Work to complete ->
This exercise calls for the line with "i_close = int(np.argmin(ys))", the line with "i = int(np.argmax(hit))", and all lines between them in the material below, output exactly and with no other lines.

^^^^^^^^

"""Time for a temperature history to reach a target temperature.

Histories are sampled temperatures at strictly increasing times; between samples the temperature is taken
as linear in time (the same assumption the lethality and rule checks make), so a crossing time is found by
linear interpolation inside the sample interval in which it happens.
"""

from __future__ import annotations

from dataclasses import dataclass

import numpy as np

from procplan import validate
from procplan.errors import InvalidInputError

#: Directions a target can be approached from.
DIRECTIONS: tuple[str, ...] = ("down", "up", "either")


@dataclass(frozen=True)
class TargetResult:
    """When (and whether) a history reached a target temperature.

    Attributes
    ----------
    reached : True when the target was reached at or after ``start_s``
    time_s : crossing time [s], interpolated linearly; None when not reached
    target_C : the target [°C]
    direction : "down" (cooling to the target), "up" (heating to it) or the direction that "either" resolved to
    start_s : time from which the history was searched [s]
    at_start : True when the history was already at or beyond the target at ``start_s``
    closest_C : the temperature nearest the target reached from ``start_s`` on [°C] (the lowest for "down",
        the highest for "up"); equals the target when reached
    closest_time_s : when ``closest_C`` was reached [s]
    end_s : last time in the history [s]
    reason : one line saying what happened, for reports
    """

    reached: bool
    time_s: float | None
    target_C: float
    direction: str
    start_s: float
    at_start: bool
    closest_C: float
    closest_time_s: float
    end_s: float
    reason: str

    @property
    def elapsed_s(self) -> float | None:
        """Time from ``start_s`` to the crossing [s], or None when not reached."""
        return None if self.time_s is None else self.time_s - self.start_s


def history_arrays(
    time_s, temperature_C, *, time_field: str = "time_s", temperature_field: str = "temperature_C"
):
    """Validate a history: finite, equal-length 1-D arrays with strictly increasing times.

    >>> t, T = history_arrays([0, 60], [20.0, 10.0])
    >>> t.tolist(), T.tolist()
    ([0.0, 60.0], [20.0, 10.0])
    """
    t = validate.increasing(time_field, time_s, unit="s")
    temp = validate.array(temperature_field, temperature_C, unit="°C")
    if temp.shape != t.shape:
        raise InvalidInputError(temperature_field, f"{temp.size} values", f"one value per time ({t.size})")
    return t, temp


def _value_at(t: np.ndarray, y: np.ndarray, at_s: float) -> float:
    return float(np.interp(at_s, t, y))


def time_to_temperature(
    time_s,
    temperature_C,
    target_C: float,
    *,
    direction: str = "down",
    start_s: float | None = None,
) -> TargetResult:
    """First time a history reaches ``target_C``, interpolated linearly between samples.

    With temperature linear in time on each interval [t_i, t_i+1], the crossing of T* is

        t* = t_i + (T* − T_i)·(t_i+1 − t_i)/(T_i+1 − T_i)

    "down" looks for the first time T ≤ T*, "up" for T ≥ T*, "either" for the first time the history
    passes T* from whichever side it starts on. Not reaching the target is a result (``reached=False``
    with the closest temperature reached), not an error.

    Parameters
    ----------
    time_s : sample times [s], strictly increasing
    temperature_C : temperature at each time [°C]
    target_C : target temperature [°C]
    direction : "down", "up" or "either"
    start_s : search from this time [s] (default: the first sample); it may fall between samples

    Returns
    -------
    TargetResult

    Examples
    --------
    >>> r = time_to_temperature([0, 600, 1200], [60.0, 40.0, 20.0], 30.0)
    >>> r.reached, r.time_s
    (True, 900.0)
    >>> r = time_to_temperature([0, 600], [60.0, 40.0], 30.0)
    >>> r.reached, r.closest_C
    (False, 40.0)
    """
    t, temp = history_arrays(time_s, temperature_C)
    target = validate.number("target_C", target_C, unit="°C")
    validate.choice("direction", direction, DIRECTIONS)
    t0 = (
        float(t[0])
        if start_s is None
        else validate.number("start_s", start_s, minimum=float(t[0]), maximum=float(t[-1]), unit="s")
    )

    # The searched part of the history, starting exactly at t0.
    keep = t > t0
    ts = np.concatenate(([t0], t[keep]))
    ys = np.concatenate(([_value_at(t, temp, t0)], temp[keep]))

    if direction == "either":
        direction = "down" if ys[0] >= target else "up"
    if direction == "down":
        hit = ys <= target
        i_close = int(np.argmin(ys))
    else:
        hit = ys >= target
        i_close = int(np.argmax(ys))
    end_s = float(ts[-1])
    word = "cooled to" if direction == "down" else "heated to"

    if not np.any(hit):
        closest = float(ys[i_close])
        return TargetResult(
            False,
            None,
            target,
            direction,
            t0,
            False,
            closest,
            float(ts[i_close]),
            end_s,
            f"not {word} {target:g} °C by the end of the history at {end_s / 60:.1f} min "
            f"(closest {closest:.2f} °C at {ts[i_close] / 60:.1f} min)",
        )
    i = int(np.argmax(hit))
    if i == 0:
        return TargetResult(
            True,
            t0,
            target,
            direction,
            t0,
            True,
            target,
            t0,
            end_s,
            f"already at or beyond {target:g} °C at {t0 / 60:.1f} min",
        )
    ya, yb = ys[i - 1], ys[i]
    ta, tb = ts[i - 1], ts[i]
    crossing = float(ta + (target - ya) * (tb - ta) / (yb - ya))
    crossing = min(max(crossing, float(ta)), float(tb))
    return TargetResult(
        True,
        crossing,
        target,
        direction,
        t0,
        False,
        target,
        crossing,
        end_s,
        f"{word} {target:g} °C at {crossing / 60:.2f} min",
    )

^^^^^^^^

Answer for this exercise ->
        i_close = int(np.argmin(ys))
    else:
        hit = ys >= target
        i_close = int(np.argmax(ys))
    end_s = float(ts[-1])
    word = "cooled to" if direction == "down" else "heated to"

    if not np.any(hit):
        closest = float(ys[i_close])
        return TargetResult(
            False,
            None,
            target,
            direction,
            t0,
            False,
            closest,
            float(ts[i_close]),
            end_s,
            f"not {word} {target:g} °C by the end of the history at {end_s / 60:.1f} min "
            f"(closest {closest:.2f} °C at {ts[i_close] / 60:.1f} min)",
        )
    i = int(np.argmax(hit))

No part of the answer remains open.